Marketers are obsessed with brand purpose, but what we really need to be obsessed with is finding ways to grow businesses and brands in a sustainable and ethical way, argues Florencia Lujani strategy director and cultural insight expert at Media Bounty.

Economics is the mother tongue of public policy, the language of public life, and the mindset that shapes society. - Kate Rowarth, ‘Doughnut Economics’

Growth is at the centre of every client brief I’ve ever worked on: increase sales volume, penetration, frequency of purchase, market share, and a long list of other etc. The economic system prioritises growth, so it’s the standard that structures our social life (our relationships, personal goals, etc), culture (our language, creativity, etc), media (news, editorial, etc) and so much more.

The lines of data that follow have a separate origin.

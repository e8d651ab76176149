"""Two-device records end to end: counter log + encoder log against the same record in one file.

The invented example of ``examples/two_device/`` (a simulated cavity pair, a counter that
averages over its gate and stamps the gate's end on its own clock, an encoder with its own clock
and rate) is written into tmp_path, imported both ways (two CSV files merged, and one
synchronous CSV), and fitted. The two fits must agree within 0.1 sigma (issue 13); the gate
correction must scale the coefficients by exactly 1/H(2 Omega) ([R-gate-Pi], [R-gate-Lambda]).
"""

from __future__ import annotations

import importlib.util
import warnings
from pathlib import Path

import numpy as np
import pytest

from fringe.demodulate.gate import gate_factor
from fringe.fit.run import fit_run
from fringe.fit.settings import FitSettings
from fringe.io.csvimport import import_csv
from fringe.io.fit_result import FitResult

EXAMPLE = Path(__file__).resolve().parents[2] / "examples" / "two_device" / \
    "make_two_device_example.py"


def _example_module():
    spec = importlib.util.spec_from_file_location("two_device_example", EXAMPLE)
    mod = importlib.util.module_from_spec(spec)
    spec.loader.exec_module(mod)
    return mod


def _fit(path):
    with warnings.catch_warnings():
        warnings.simplefilter("ignore")          # SystematicsWarning etc. are not the subject
        res, cols = fit_run(str(path), FitSettings())
    cols.close()
    return res


@pytest.fixture(scope="module", params=["plain", "overlapping"])
def example(request, tmp_path_factory):
    out = tmp_path_factory.mktemp(f"two_device_{request.param}")
    got = _example_module().write_example(str(out), days=0.5, gate_s=2.0, kind=request.param,
                                          seed=11)
    p = got["paths"]
    two = import_csv(p["counter.csv"], out / "two.h5", metadata=p["two_device.toml"],
                     azimuth_log=p["encoder.csv"])
    one = import_csv(p["synchronous.csv"], out / "one.h5", metadata=p["synchronous.toml"])
    return {"out": out, "kind": request.param, "two": two, "one": one, "truth": got["truth"]}


def test_two_device_import_equals_the_synchronous_file(example):
    from fringe.io.runreader import open_run

    with open_run(example["two"].out_path) as a, open_run(example["one"].out_path) as b:
        assert a.format_version == b.format_version == 2
        assert a.signal_attrs == b.signal_attrs == {"gate_s": 2.0, "gate_kind": example["kind"]}
        x, y = a.read_all(), b.read_all()
    assert example["two"].n_dropped == 0
    np.testing.assert_allclose(x["time"], y["time"], rtol=0, atol=1e-6)   # 6 decimals written
    np.testing.assert_array_equal(x["signal"], y["signal"])
    d = np.angle(np.exp(1j * (x["azimuth"] - y["azimuth"])))
    # encoder values written to 1e-6 deg and interpolated linearly on a linear motion
    assert np.abs(d).max() < np.radians(2e-6)


def test_two_device_fit_agrees_with_the_synchronous_file_within_a_tenth_sigma(example):
    a, b = _fit(example["two"].out_path), _fit(example["one"].out_path)
    assert list(a.coefficients) == list(b.coefficients)
    for name, ea in a.coefficients.items():
        eb = b.coefficients[name]
        assert abs(ea.value - eb.value) < 0.1 * eb.sigma, name         # issue 13's criterion
        assert ea.sigma == pytest.approx(eb.sigma, rel=1e-3)
    assert a.calibration is not None and a.calibration.gate_kind == example["kind"]
    assert any("gate averaging" in n for n in a.notes)
    back = FitResult.from_dict(a.to_dict(), source="round trip")
    assert back.calibration == a.calibration


def test_gate_correction_scales_the_coefficients_by_the_closed_form_factor(example, tmp_path):
    """Declared gate vs none on the same file: every coefficient divided by H(2 Omega).

    The table turns at a constant 30 s period, so every turn gets the same factor and the
    coefficients (linear in the per-turn amplitudes) scale by exactly 1/H; the closed form is
    sinc(Omega tau) (plain) or its square (overlapping), [R-gate-Pi], [R-gate-Lambda] (derived).
    """
    p = {k: str(example["out"] / k) for k in ("synchronous.csv", "synchronous.toml")}
    bare = import_csv(p["synchronous.csv"], tmp_path / "bare.h5", metadata=p["synchronous.toml"])
    with_gate = _fit(example["one"].out_path)
    import h5py

    with h5py.File(bare.out_path, "r+") as f:           # the same file with the gate removed
        for key in ("gate_s", "gate_kind"):
            del f["samples/signal"].attrs[key]
        f.attrs["fringe_format_version"] = 1
    without = _fit(bare.out_path)
    period = with_gate.calibration.turn_period_s
    h2 = float(gate_factor(2 * 2 * np.pi / period, 2.0, example["kind"]))
    assert with_gate.calibration.gate_factor_2theta == pytest.approx(h2, rel=1e-12)
    omega_tau_half = 2 * np.pi / 30.0 * 2.0      # 2 theta: omega = 4 pi / 30 s, tau = 2 s
    closed = np.sin(omega_tau_half) / omega_tau_half
    closed = closed if example["kind"] == "plain" else closed ** 2
    assert h2 == pytest.approx(closed, rel=1e-6)    # period estimate of a 30 s table
    for name, e in with_gate.coefficients.items():
        assert e.value == pytest.approx(without.coefficients[name].value / h2, rel=1e-6), name
        assert e.sigma == pytest.approx(without.coefficients[name].sigma / h2, rel=1e-6), name


def test_scale_uncertainty_is_stated_per_coefficient(example, tmp_path):
    """Readings in counter units with a 2 % calibration: scale_sigma = 0.02 x |value|."""
    p = {k: str(example["out"] / k) for k in ("synchronous.csv", "synchronous.toml")}
    text = Path(p["synchronous.csv"]).read_text("utf-8").splitlines()
    lines = text[:2] + [",".join(row.split(",")[:2] + [repr(float(row.split(",")[2]) * 4.0)])
                        for row in text[2:]]
    counts = tmp_path / "counts.csv"
    counts.write_text("\n".join(lines) + "\n", "utf-8")
    run = import_csv(counts, tmp_path / "counts.h5", metadata=p["synchronous.toml"],
                     calibration={"scale_factor": 0.25, "scale_rel_sigma": 0.02,
                                  "instrument_units": "counts"})
    res = _fit(run.out_path)
    ref = _fit(example["one"].out_path)
    cal = res.calibration
    assert (cal.scale_factor, cal.scale_rel_sigma, cal.instrument_units) == (0.25, 0.02,
                                                                             "counts")
    for name, e in res.coefficients.items():
        assert e.value == pytest.approx(ref.coefficients[name].value, rel=1e-9)  # x4 x 0.25
        assert cal.scale_sigma[name] == pytest.approx(0.02 * abs(e.value), rel=1e-12)
    assert "relative scale uncertainty 0.02" in " ".join(res.notes)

As the status quo, the ‘common sense’, it tells us that prosperity is *only* possible with growth.

I think last year it came to a point where I started looking at these briefs with a somewhat sceptical eye, imagining what they could look like if they had different objectives.

Growthmania

Businesses (and the brands we do creative work for) keep the economy going: they invest, employ, and get people to earn and spend more. Their products and services improve our lives and help millions of people escape deprivation, and we are instrumental in shaping choice, providing comfort and helping people make sense of the world.

But global economic development has also fuelled a dramatic increase in our use of Earth’s resources. Our lifestyle (and by *our* I mean, the lifestyle of the middle-class in developed countries, this is a completely different story in developing countries) is based on perpetual extraction and accumulation. And this comes with two opposing effects: In 2020 many big companies have had a stellar performance, producing and selling more than ever, reaching all-time high stock value and market valuation. At the same time, the impact of COVID-19 on people’s livelihood and wallets can’t be understated. All the wonderful and positive social and environmental reckoning was short-lived because we had to deal with loss in every sense of the word, brand purpose didn’t capture anyone’s attention, and the pandemic became a powerful vector for upward redistribution and increasing inequality.

While the crisis is ongoing and we’re still living through trauma, all the focus is in growth and recovery. I’m sure that most (if not all) of the businesses that last year enjoyed a fantastic performance, will raise the bar and aim to improve (or at least sustain) those numbers in 2021. Regardless of what that means in terms of resources and people’s wellbeing, shareholders still want to see YoY gains in the finance charts.

Anyone who’s sat in planning meetings has seen that Einstein quote about how important is to spend most of the time identifying the right problem to come up with the right solution.

So I’m asking, is this the right answer to the right problem? Is perpetual growth attainable, helpful or even responsible? I’m not the only sceptical one: there are many economists also putting forward ideas based on prosperity without growth.


(Copyright: Julien Pacaud, 2010)

Creative destruction

Classical economists like Adam Smith acknowledged the existence of natural limits to growth and established that infinite economic expansion for its own sake wasn’t going to be possible or desirable. But then neoliberalism took the reigns, and Joseph Schumpeter coined the term ‘creative destruction’. It illustrates how businesses engage in a process of destruction of the old, replacing old systems with new ones that allow them to see bigger profits.

Growth and employment are directly related. In ‘Elements of Ecological Economics’, Andersson and Eriksson explain that if GDP grows less than 3% the rate of unemployment increases. So as a consequence of this, 3% has been established as the “normal” or “natural” growth rate (The Bank of England shows that on average, the economy has grown by 2.6% per year since 1949)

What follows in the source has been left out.